Un día, ya bastante avanzada la mañana, llegó una gitana con el hijo (el mozo) y el “papel que le han mandao”. El niño, bastante apático; la madre, escandalizada de que se lo fueran a llevar lejos, mientras respondía las preguntas del impreso de alistamiento. La escena fue más o menos así:

-Señorita, ¿mi niño no se puede librar? –la gitana.

-Bueno, a ver, hay varias causas por las que su hijo se libraría de hacer el servicio militar –la compañera.

-Diga, diga… -la gitana.

-A ver. ¿Su hijo está estudiando?

-No, señorita, no; mi niño no está estudiando. En el colegio la maestra le cogió manía y lo dejó.

-Vale. ¿Tiene cargas familiares?

-¿Eso qué quiere decir, señorita?

-Eso es si está casado, si tiene hijos… en fin, ya sabe…

-No, no, mi niño casao no está; tiene muchas niñas detrás, pero casao, no.

-¿Está enfermo?

-¿Qué quiere usté decir, señorita? –la gitana un poco molesta.

-Eso es si su hijo tiene alguna enfermedad o algún defecto físico que le impida hacer la mili, señora.

-Ah! –la gitana aliviada-. No, no, mi niño enfermo no está. Y defecto, mírelo usted, mírelo, defectos no tiene.

-Entonces, mucho me temo que no puedo hacer nada…

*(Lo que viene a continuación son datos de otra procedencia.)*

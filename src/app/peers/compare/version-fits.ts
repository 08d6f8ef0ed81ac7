import { unitRatio, unitText } from '@figures';
import { covarianceShort } from '../../ui/covariance-words';
import { asDifference, differenceKind, modelNotes } from '../../ui/model-form';
import type { NumberFormat } from '../../ui/number-format';
import { confidenceText, lagText, listed, shortHash } from '../../ui/phrases';
import type { SideVersion } from './compare-store';

/** What a fit of a version came to. */
export interface FitLine {
  readonly id: string;
  readonly name: string;
  readonly version: number;
  readonly model: string;
  /** With its interval; money with its unit, since panels may differ in theirs. */
  readonly standing: string;
  readonly places: string;
}

/** The fits of both versions, those of the first one first. Money is shown in the unit of the screen. */
export function versionFits(
  a: SideVersion,
  b: SideVersion,
  numbers: NumberFormat,
): readonly FitLine[] {
  const sides = a.group.id === b.group.id ? [a] : [a, b];
  return sides.flatMap((side) =>
    side.fits.map((fit) => ({
      id: fit.id,
      name: shortHash(fit.hash),
      version: side.group.number,
      model: [
        `capex and book equity${lagText(fit.lag)}`,
        ...(fit.regressors.length > 2 ? [`with ${listed(fit.regressors.slice(2))}`] : []),
        ...modelNotes(fit),
        `${covarianceShort(fit.slopes)} at ${confidenceText(fit.confidence)}`,
      ].join(', '),
      standing: standingText(side, fit, { firstUnit: a.panel.unit, numbers }),
      places:
        fit.rankSet === null
          ? 'n/a'
          : `${fit.rankSet[0] === fit.rankSet[1] ? fit.rankSet[0] : fit.rankSet.join(' to ')} of ${fit.companies ?? 'n/a'}`,
    })),
  );
}

function standingText(
  { panel }: SideVersion,
  { standing, form }: SideVersion['fits'][number],
  {
    firstUnit,
    numbers,
  }: { readonly firstUnit: SideVersion['panel']['unit']; readonly numbers: NumberFormat },
): string {
  if (standing === null) return 'n/a';
  const shown = asDifference(standing, form);
  if (form === 'log') return numbers.interval(shown, differenceKind(form));
  const ratio = unitRatio(panel.unit, firstUnit);
  const scaled = {
    estimate: shown.estimate * ratio,
    low: shown.low === null ? null : shown.low * ratio,
    high: shown.high === null ? null : shown.high * ratio,
  };
  return `${numbers.interval(scaled, 'money')} ${unitText(panel.currency, numbers.unit())}`;
}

-¿Y no hay otra cosa? ¿No hay nada más que podamos hacer?

-Bueno, señora, la última causa de exclusión es ser hijo de viuda…

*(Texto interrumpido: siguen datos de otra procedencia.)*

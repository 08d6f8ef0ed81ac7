import { unitRatio, unitText } from '@figures';
import { covarianceShort } from '../../ui/covariance-words';
import { asDifference, differenceKind, modelNotes } from '../../ui/model-form';
import type { NumberFormat } from '../../ui/number-format';
import { confidenceText, lagText, listed, shortHash } from '../../ui/phrases';
import type { SideVersion } from './compare-store';

/** What a fit of a version came to. */
export interface FitLine {
  readonly id: string;
  readonly name: string;
  readonly version: number;
  readonly model: string;
  /** With its interval; money with its unit where that does not stand in the header. */
  readonly standing: string;
  readonly places: string;
}

/** The fits of both versions with what all their standings are in; empty where they differ. */
export interface VersionFits {
  readonly unit: string;
  readonly lines: readonly FitLine[];
}

/** Those of the first version first. Money is shown in the unit of the screen. */
export function versionFits(a: SideVersion, b: SideVersion, numbers: NumberFormat): VersionFits {
  const sides = a.group.id === b.group.id ? [a] : [a, b];
  const isOneUnit =
    a.panel.currency === b.panel.currency &&
    sides.every(({ fits }) => fits.every(({ form }) => form === 'levels'));
  const lines = sides.flatMap((side) =>
    side.fits.map((fit) => ({
      id: fit.id,
      name: shortHash(fit.hash),
      version: side.group.number,
      model: [
        `capex and book equity${lagText(fit.lag)}`,
        ...(fit.regressors.length > 2 ? [`with ${listed(fit.regressors.slice(2))}`] : []),
        ...modelNotes(fit),
        `${covarianceShort(fit.slopes)} at ${confidenceText(fit.confidence)}`,
      ].join(', '),
      standing: standingText(side, fit, { firstUnit: a.panel.unit, hasUnit: !isOneUnit, numbers }),
      places:
        fit.rankSet === null
          ? 'n/a'
          : `${fit.rankSet[0] === fit.rankSet[1] ? fit.rankSet[0] : fit.rankSet.join(' to ')} of ${fit.companies ?? 'n/a'}`,
    })),
  );
  return { unit: isOneUnit ? numbers.unitLabel() : '', lines };
}

function standingText(
  { panel }: SideVersion,
  { standing, form }: SideVersion['fits'][number],
  {
    firstUnit,
    hasUnit,
    numbers,
  }: {
    readonly firstUnit: SideVersion['panel']['unit'];
    readonly hasUnit: boolean;
    readonly numbers: NumberFormat;
  },
): string {
  if (standing === null) return 'n/a';
  const shown = asDifference(standing, form);
  if (form === 'log') return numbers.interval(shown, differenceKind(form));
  const ratio = unitRatio(panel.unit, firstUnit);
  const scaled = {
    estimate: shown.estimate * ratio,
    low: shown.low === null ? null : shown.low * ratio,
    high: shown.high === null ? null : shown.high * ratio,
  };
  const text = numbers.interval(scaled, 'money');
  return hasUnit ? `${text} ${unitText(panel.currency, numbers.unit())}` : text;
}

-¡Eso, eso! –la gitana aliviada.

-Bueno, señora, me tiene usted que traer un certificado de defunción de su marido y…

-No, señorita –la gitana la interrumpió-; verá usté, le cuento, yo viuda no soy, pero mi marío está malo, bastante malo; vamos, que ahora cuando lleguemos a casa, lo mismo ya está muerto, así que si quiere ir ya poniendo eso y así ahorramos tiempo…

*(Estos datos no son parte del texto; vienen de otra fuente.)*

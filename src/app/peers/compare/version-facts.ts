import { unitRatio } from '@figures';
import type { NumberFormat } from '../../ui/number-format';
import { yearsText } from '../../ui/phrases';
import type { PanelCompany } from '../peer-draft';
import type { SideVersion } from './compare-store';

/** One line of facts about two versions. */
export interface FactLine {
  readonly label: string;
  readonly a: string;
  readonly b: string;
}

/** The own company and the peers that are in, as the version's panel has them. */
export function membersOf({ group, companies }: SideVersion): readonly PanelCompany[] {
  const inside = new Set(
    group.peers.filter(({ isIncluded }) => isIncluded).map(({ company }) => company),
  );
  return companies.filter(({ name }) => inside.has(name) || name === group.ownCompany);
}

/** What two versions are made of: panel, members, sizes, coverage. Money in the shown unit, each in its own currency. */
export function versionFacts(
  a: SideVersion,
  b: SideVersion,
  numbers: NumberFormat,
): readonly FactLine[] {
  const line = (label: string, say: (side: SideVersion) => string): FactLine => ({
    label,
    a: say(a),
    b: say(b),
  });
  const money = (side: SideVersion, value: number): string => {
    const text = numbers.figure(value * unitRatio(side.panel.unit, a.panel.unit));
    return a.panel.currency === b.panel.currency ? text : `${text} ${side.panel.currency}`;
  };
  const sizes = (valueOf: (company: PanelCompany) => number | null) => (side: SideVersion) => {
    const values = peersOf(side)
      .map(valueOf)
      .filter((value) => value !== null)
      .sort((left, right) => left - right);
    if (values.length === 0) return numbers.figure(null);
    const [low, high] = [values[0], values[values.length - 1]];
    return `${money(side, medianOf(values))} (${money(side, low)} to ${money(side, high)})`;
  };
  const unit = numbers.unitLabel();
  return [
    line('Panel', ({ panel }) => `${panel.panelName} v${panel.number}`),
    line('Own company', ({ group }) => group.ownCompany),
    line('Peers that are in', ({ group }) => String(group.peerCount)),
    line('Companies that are out', ({ group }) => String(group.peers.length - group.peerCount)),
    line('Without a reason', ({ group }) =>
      String(group.peers.filter(({ reason }) => reason === '').length),
    ),
    line(
      `Market value of the peers, middle (range), ${unit}`,
      sizes((each) => each.marketValue),
    ),
    line(
      `Book equity of the peers, middle (range), ${unit}`,
      sizes((each) => each.bookEquity),
    ),
    line('Fiscal years', yearsCovered),
    line('Complete rows', (side) => coverage(side, numbers)),
    line('Note', ({ group }) => group.note || '–'),
  ];
}

function peersOf(side: SideVersion): readonly PanelCompany[] {
  return membersOf(side).filter(({ name }) => name !== side.group.ownCompany);
}

function yearsCovered(side: SideVersion): string {
  const members = membersOf(side);
  if (members.length === 0) return '–';
  return yearsText(
    Math.min(...members.map(({ firstYear }) => firstYear)),
    Math.max(...members.map(({ lastYear }) => lastYear)),
  );
}

/** `228 of 230 (99.1 %)`: of the rows of own company and peers. */
function coverage(side: SideVersion, numbers: NumberFormat): string {
  const members = membersOf(side);
  const rows = members.reduce((sum, each) => sum + each.rows, 0);
  const complete = members.reduce((sum, each) => sum + each.completeRows, 0);
  if (rows === 0) return '–';
  const counts = [complete, rows].map((count) => numbers.headline(count, 'count'));
  return `${counts.join(' of ')} (${numbers.figure(complete / rows, 'percent')})`;
}

/** Of sorted values. */
function medianOf(values: readonly number[]): number {
  const half = values.length / 2;
  return Number.isInteger(half) ? (values[half - 1] + values[half]) / 2 : values[Math.floor(half)];
}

El resto del personal, que andábamos con la cabeza gacha y la oreja puesta, contuvimos la risa hasta que la aspirante a viuda y el niño apático, soltero, mal mirado por la maestra y sin enfermedad ni defecto alguno, salieron de la Secretaría.

Creo que hasta el Cristo del crucifijo que teníamos allí se echó unas risas aquel día.